The cloud migration plan that many companies follow largely consists of a single step: migrate. They pick an application that they think they could manage more effectively in the public cloud, shift workloads to a cloud provider’s environment and then see how things go.
The problem is that it’s easy to migrate resources to the cloud, but it’s not so easy to do it right. And if organizations take an ad hoc, piecemeal approach to cloud migration, they risk creating inefficiencies, unnecessary costs and cloud sprawl.
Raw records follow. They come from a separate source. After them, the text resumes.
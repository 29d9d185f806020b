"""FITS as a row of header and data units (HDUs), each read whole and checked for its size.

Only the container is handled here (FITS Standard 4.0; Pence et al. 2010, A&A 524, A42): headers
become `astropy.io.fits.Header`, data stay bytes. A size is believed only as far as the file goes.
"""

import gzip
import math
import os
import re
import warnings
from collections.abc import Iterator
from dataclasses import dataclass
from pathlib import Path

from astropy.io import fits
from astropy.utils.exceptions import AstropyUserWarning

from ..errors import InputError

BLOCK = 2880
MAX_HEADER_BLOCKS = 2000  # 72 000 cards; a header without END must not swallow the whole file
MAX_HDUS = 20_000
PIECE = 2**26
"""Bytes that are decompressed at a time."""


@dataclass(frozen=True)
class HDU:
    """One header and data unit."""

    number: int
    """0 is the primary HDU."""
    header: fits.Header
    raw_header: bytes
    data: bytes
    """Without the padding to whole blocks."""

    @property
    def name(self) -> str:
        """EXTNAME, in upper case; "" without one."""
        return text(self.header, "EXTNAME").upper()

    @property
    def raw(self) -> bytes:
        """The bytes of the HDU as they stand in a file."""
        return self.raw_header + self.data + b"\0" * (-len(self.data) % BLOCK)


def read_hdus(path: Path) -> Iterator[HDU]:
    """Yield the HDUs of a FITS file, plain or compressed with gzip, one by one.

    Raises
    ------
    InputError
        If the file cannot be opened, is not FITS, is cut short, or contradicts itself.
    """
    try:
        with open(path, "rb") as plain:
            compressed = plain.read(2) == b"\x1f\x8b"
            plain.seek(0)
            if compressed:
                with gzip.open(plain) as handle:
                    yield from _hdus(path, handle)
            else:
                yield from _hdus(path, plain)
    except FileNotFoundError:
        raise InputError(f"{path}: no such file") from None
    except (OSError, EOFError, gzip.zlib.error) as error:
        raise InputError(f"{path}: cannot be read: {error}") from error


def text(header: fits.Header, keyword: str, default: str = "") -> str:
    """The value of `keyword` as text without padding; `default` where it is absent or garbled."""
    value = card(header, keyword)
    return default if value is None else str(value).strip()


def card(header: fits.Header, keyword: str) -> object | None:
    """The value of `keyword`; None where it is absent, undefined or garbled."""
    try:
        value = header.get(keyword)
    except (fits.VerifyError, ValueError, KeyError, TypeError):
        return None
    if isinstance(value, fits.card.Undefined):
        return None
    return _printable(value) if isinstance(value, str) else value


def cards(header: fits.Header) -> Iterator[tuple[str, object, str]]:
    """Keyword, value and comment of every card that is legible and has a value."""
    for entry in header.cards:
        try:
            name, value, comment = entry.keyword, entry.value, entry.comment
        except (fits.VerifyError, ValueError, KeyError, TypeError):
            continue
        if isinstance(value, fits.card.Undefined) or not re.fullmatch(r"[A-Z0-9_ -]+", name):
            continue
        if name in ("END", "CONTINUE", "HIERARCH"):  # parts of other cards, when all is well
            continue
        if len(name) > 8 or " " in name:
            name = f"HIERARCH {name}"  # the way to write longer names, in use at several places
        yield name, _printable(value) if isinstance(value, str) else value, _printable(comment)


def illegible(header: fits.Header) -> int:
    """How many cards cannot be read."""
    count = 0
    for entry in header.cards:
        try:
            count += not re.fullmatch(r"[A-Z0-9_ -]*", entry.keyword) or entry.value is None
        except (fits.VerifyError, ValueError, KeyError, TypeError):
            count += 1
    return count


def _printable(value: str) -> str:
    """`value` with a question mark for what FITS does not allow in a header."""
    return re.sub(r"[^ -~]", "?", value)


def _hdus(path: Path, handle) -> Iterator[HDU]:
    for number in range(MAX_HDUS):
        raw = _read_header(path, handle, number)
        if raw is None:
            return
        header = _parse(path, raw, number)
        size = _data_size(path, header, number)
        data = _read(handle, size)
        if data is None:
            raise InputError(
                f"{path}: cut short in HDU {number}, whose header announces {size} bytes of data; "
                "get a fresh copy"
            )
        handle.read(-size % BLOCK)
        yield HDU(number, header, raw, data)
    raise InputError(f"{path}: more than {MAX_HDUS} HDUs")


def _read(handle, size: int) -> bytes | None:
    """`size` bytes; None if there are fewer, found out without asking for memory beyond them."""
    if isinstance(handle, gzip.GzipFile):
        pieces, left = [], size
        while left:
            pieces.append(handle.read(min(left, PIECE)))
            if not pieces[-1]:
                return None
            left -= len(pieces[-1])
        return b"".join(pieces)
    if size > os.fstat(handle.fileno()).st_size - handle.tell():
        return None
    return handle.read(size)


def _read_header(path: Path, handle, number: int) -> bytes | None:
    """The bytes of the next header; None at the end of the file."""
    blocks: list[bytes] = []
    while len(blocks) < MAX_HEADER_BLOCKS:
        block = handle.read(BLOCK)
        if not blocks:
            if number == 0 and not block.startswith(b"SIMPLE  ="):
                raise InputError(f"{path}: not a FITS file")
            if number > 0 and not block.startswith(b"XTENSION"):
                return None  # the standard allows anything after the last HDU, to be ignored
        if len(block) < BLOCK:
            raise InputError(f"{path}: cut short in the header of HDU {number}; get a fresh copy")
        blocks.append(block)
        if any(block[i : i + 8] == b"END     " for i in range(0, BLOCK, 80)):
            return b"".join(blocks)
    raise InputError(f"{path}: the header of HDU {number} has no END")


def _parse(path: Path, raw: bytes, number: int) -> fits.Header:
    try:
        with warnings.catch_warnings():
            warnings.simplefilter("ignore", AstropyUserWarning)  # said by `illegible`
            return fits.Header.fromstring(raw.decode("ascii", errors="replace"))
    except (ValueError, fits.VerifyError, KeyError, TypeError) as error:
        raise InputError(f"{path}: the header of HDU {number} cannot be read: {error}") from error


def _data_size(path: Path, header: fits.Header, number: int) -> int:
    """Bytes of data that the header announces."""

    def whole(keyword: str, default: int | None = None) -> int:
        value = card(header, keyword)
        if value is None and default is not None and keyword not in header:
            return default
        if isinstance(value, bool) or not isinstance(value, int) or value < 0:
            if keyword == "BITPIX" and value in (-32, -64):
                return -value
            raise InputError(f"{path}: HDU {number}: keyword {keyword} is {value!r}, not a size")
        return value

    axes = whole("NAXIS")
    if axes > 999:
        raise InputError(f"{path}: HDU {number}: keyword NAXIS is {axes}, more than FITS allows")
    if axes == 0:
        return 0
    elements = math.prod(whole(f"NAXIS{axis}") for axis in range(1, axes + 1))
    return whole("BITPIX") // 8 * whole("GCOUNT", 1) * (whole("PCOUNT", 0) + elements)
To facilitate a successful cloud migration, organizations should incorporate five factors into their plans:
Many companies attempt to incorporate the cloud into their organizational culture only after they’ve already moved resources. But, in my experience, companies that proactively build a culture and awareness around the people, processes and technology that will fuel a cloud initiative are typically more effective at implementing their visions. When organizations fail to do this work upfront, IT staffers may worry that their jobs are effectively being outsourced, causing them to drag their feet. But when companies take the time to listen to their employees, train them for new roles and build buy-in, workers are often able to provide more value after a cloud migration than they were before.
Before moving resources to the cloud, organizations need to engage in application mapping to figure out which interdependencies various applications have, and then incorporate those interdependencies into their plans. During this stage, IT teams may discover that they need to do more architecting, replatforming or rewriting than they initially planned. Or, they may decide to focus on the low-hanging fruit at first, migrating only easy-to-shift applications and infrastructure for the moment, and then moving on to more difficult projects at a later date. Either way, they’ll likely avoid the nasty surprises that can pop up when cloud migration teams fail to do their homework.
For some applications, such as email or file sharing, moving to a Software as a Service (SaaS) solution may make the most sense. For others, Infrastructure as a Service or Platform as a Service will be a better fit. Organizations should think carefully about which resources should go to which model — before they begin their migrations.
While public cloud resources are largely commoditized, organizations should seek to understand the strengths and potential drawbacks of major cloud providers before moving workloads to any of them. For instance, Microsoft Azure, Amazon Web Services and Google Cloud Platform all offer different services and capabilities around features such as analytics, Internet of Things and niche use cases. Typically, we recommend that companies start by moving resources to only one of the major hyperscalers and then decide later if they want to move to a multicloud model.
A cloud deployment isn’t just about IT resources; organizations also need to think through and establish governance, security, compliance and finance policies around their cloud environments. It’s important to implement rules that adequately protect data and applications, without being so restrictive that innovation is inhibited. Organizations that haven’t gone through this stage before will likely want to rely on the expertise of a trusted partner such as CDW. A partner can help establish appropriate frameworks around cloud deployments, provide accurate cost comparisons, suggest best practices for migration and help organization to avoid common pitfalls — ensuring that a cloud initiative meets or exceeds the company’s goals.